◆ Task ◆
From the material beneath, pull every line with the word "limits".

◆ Data excerpts ◆
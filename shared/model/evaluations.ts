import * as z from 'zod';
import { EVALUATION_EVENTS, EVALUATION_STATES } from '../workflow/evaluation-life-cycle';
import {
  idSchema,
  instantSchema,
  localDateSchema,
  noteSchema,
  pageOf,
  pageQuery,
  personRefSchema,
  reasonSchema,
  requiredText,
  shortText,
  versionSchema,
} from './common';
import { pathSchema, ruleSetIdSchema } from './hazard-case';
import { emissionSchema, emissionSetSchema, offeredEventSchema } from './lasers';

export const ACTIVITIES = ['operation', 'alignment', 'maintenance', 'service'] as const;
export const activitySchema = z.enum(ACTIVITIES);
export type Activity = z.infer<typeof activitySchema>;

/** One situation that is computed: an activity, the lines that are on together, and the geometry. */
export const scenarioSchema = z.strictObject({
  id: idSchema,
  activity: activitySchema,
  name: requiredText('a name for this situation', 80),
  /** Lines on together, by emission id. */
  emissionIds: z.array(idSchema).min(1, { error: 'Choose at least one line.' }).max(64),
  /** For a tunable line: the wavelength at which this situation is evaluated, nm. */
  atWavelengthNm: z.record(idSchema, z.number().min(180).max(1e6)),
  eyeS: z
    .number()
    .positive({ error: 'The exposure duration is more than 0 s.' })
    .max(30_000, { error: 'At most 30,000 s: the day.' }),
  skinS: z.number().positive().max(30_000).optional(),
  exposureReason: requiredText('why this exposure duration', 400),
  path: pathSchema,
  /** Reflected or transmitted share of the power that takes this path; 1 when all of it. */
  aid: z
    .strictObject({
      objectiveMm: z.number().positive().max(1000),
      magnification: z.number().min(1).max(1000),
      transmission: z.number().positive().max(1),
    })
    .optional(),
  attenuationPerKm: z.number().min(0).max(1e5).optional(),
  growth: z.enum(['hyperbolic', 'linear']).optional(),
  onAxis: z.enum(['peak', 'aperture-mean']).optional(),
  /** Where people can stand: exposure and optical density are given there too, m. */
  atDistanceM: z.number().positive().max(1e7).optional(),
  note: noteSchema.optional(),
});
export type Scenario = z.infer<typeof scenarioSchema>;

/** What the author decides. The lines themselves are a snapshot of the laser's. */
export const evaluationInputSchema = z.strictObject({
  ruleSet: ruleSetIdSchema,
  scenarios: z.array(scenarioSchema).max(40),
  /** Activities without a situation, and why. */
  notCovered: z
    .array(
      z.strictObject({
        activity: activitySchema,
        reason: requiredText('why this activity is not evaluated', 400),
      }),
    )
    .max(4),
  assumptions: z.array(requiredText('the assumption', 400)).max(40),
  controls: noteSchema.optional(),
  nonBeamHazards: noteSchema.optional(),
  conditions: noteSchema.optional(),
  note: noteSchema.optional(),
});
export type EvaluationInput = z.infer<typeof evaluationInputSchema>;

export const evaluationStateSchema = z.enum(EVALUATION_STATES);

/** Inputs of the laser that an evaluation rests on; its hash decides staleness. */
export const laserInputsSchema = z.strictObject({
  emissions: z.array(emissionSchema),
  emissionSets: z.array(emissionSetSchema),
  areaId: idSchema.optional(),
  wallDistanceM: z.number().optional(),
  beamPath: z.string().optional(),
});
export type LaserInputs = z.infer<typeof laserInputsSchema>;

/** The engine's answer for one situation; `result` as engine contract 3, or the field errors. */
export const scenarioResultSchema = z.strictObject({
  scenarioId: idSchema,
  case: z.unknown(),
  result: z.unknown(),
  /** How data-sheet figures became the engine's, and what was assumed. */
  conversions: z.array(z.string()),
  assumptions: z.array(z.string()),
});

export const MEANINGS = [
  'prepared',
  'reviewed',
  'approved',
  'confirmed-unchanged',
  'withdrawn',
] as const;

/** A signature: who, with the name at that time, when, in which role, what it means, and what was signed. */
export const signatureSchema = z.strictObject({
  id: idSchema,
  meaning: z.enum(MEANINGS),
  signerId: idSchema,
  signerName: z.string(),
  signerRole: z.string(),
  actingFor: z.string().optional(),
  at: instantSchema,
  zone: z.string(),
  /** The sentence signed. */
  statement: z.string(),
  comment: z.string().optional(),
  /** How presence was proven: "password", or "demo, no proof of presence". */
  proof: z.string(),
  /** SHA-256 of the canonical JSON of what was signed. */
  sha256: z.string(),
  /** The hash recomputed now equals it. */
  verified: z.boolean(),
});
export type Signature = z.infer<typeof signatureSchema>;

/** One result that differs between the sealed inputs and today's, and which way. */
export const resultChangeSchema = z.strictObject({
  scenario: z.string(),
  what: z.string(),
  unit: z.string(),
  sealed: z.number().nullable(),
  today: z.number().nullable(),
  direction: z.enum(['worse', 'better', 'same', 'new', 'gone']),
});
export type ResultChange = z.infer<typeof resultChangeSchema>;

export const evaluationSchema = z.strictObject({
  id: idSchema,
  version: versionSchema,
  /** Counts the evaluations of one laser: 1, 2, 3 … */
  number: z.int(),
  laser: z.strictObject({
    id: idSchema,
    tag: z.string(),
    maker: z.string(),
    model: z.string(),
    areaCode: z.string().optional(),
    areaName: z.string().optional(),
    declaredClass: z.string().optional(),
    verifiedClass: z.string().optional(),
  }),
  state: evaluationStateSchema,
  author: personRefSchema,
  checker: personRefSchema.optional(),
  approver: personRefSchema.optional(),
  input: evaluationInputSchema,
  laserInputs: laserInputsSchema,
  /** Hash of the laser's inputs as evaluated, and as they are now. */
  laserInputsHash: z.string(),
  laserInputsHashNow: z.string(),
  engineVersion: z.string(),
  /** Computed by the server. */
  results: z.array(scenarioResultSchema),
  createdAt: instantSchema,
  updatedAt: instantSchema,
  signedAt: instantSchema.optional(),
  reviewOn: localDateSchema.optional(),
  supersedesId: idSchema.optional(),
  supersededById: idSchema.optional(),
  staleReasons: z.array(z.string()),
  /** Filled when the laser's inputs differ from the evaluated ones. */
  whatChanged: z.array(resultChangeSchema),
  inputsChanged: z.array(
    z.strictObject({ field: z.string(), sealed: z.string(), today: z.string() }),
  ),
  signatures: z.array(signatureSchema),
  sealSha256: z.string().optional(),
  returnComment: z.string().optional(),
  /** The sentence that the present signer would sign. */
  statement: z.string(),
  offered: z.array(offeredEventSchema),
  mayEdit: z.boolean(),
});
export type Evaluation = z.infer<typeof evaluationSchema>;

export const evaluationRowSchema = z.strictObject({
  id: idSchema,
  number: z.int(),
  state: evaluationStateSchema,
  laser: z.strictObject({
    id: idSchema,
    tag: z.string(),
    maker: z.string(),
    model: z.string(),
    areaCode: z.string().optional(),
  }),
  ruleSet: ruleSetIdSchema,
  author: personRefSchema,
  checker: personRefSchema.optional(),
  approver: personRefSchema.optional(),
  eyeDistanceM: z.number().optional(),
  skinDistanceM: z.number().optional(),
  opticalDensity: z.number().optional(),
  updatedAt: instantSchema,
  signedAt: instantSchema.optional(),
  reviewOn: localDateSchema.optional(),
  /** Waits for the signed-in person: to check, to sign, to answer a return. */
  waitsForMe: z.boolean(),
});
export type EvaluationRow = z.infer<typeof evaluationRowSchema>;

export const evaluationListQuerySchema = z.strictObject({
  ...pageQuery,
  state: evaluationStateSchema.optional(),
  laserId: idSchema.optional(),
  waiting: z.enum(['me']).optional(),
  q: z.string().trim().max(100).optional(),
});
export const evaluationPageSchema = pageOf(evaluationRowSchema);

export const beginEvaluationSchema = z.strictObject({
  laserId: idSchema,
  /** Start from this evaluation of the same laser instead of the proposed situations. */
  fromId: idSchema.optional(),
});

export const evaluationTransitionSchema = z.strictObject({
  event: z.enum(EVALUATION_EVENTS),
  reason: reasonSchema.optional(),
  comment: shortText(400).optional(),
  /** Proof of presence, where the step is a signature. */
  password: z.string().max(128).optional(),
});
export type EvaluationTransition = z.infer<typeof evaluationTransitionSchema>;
--
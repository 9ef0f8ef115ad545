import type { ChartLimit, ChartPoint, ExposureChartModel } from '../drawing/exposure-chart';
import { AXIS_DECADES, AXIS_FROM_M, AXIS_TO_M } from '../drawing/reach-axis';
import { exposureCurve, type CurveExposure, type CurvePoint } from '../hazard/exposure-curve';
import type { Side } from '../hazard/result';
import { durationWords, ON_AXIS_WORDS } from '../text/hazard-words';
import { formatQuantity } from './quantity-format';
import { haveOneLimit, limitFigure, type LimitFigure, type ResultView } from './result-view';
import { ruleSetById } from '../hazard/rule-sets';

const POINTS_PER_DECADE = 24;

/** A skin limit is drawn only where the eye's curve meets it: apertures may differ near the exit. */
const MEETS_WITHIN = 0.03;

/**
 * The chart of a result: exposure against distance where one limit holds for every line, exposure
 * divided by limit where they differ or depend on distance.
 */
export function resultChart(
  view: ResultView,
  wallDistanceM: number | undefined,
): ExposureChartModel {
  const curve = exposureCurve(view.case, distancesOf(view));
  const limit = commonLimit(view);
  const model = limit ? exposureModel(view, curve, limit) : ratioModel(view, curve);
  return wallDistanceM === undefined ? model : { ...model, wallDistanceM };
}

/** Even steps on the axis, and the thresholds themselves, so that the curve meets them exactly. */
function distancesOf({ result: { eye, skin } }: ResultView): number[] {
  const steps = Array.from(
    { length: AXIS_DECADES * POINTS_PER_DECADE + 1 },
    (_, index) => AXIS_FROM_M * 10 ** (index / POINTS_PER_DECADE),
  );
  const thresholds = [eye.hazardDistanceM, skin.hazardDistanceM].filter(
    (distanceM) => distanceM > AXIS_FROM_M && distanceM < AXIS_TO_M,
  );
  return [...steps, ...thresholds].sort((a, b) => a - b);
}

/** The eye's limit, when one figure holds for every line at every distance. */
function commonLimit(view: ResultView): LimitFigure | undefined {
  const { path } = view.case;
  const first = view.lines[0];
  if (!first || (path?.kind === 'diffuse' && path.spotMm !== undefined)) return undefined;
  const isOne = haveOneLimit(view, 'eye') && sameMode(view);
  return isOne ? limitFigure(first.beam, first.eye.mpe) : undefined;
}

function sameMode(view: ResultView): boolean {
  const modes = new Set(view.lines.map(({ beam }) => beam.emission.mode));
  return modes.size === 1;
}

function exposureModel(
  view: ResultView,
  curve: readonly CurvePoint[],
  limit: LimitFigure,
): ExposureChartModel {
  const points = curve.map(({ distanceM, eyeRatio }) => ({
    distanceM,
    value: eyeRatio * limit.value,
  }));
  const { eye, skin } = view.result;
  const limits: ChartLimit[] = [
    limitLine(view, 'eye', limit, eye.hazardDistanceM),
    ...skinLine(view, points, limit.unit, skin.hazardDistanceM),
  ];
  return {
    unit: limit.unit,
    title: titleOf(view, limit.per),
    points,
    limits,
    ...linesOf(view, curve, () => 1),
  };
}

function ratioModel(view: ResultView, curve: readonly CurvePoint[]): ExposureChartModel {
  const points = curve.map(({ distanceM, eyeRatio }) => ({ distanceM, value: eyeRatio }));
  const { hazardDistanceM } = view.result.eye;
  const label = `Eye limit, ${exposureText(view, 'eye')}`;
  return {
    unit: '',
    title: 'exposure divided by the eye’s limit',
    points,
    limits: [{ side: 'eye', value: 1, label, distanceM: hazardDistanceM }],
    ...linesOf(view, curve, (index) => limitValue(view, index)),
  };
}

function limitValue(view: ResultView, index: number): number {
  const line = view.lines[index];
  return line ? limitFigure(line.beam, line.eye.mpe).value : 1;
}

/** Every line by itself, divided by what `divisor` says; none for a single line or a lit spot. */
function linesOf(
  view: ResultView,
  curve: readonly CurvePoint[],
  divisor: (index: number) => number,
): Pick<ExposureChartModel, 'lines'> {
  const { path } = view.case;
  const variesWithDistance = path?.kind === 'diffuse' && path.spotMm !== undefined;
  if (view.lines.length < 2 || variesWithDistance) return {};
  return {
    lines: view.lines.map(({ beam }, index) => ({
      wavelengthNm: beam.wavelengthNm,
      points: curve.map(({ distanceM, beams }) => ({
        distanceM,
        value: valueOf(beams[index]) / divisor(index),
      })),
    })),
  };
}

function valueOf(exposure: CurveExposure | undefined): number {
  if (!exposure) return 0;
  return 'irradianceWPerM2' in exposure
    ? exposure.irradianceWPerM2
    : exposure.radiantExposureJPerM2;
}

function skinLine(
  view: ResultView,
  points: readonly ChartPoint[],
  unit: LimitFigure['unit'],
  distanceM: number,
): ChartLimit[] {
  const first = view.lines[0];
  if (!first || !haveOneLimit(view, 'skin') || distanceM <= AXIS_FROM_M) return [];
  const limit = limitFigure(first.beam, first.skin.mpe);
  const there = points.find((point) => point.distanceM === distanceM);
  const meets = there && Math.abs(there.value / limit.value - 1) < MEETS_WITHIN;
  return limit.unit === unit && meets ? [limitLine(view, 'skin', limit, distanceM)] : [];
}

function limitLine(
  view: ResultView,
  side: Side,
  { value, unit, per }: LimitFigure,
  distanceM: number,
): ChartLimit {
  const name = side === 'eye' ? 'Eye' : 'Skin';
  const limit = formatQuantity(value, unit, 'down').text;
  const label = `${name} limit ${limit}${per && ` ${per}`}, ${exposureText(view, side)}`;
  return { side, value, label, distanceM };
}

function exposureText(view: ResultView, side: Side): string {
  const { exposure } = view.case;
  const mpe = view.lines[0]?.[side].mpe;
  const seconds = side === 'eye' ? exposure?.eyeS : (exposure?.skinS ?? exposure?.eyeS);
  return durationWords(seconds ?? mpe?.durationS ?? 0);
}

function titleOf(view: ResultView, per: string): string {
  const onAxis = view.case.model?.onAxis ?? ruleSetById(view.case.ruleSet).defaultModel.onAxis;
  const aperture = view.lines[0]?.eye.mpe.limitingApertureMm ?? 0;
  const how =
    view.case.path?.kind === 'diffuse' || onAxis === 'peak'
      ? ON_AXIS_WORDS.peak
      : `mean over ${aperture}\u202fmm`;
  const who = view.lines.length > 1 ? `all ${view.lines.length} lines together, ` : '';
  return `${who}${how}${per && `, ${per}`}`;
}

◆ Completed exercise ◆
  const limits: ChartLimit[] = [
    limits,
    limits: [{ side: 'eye', value: 1, label, distanceM: hazardDistanceM }],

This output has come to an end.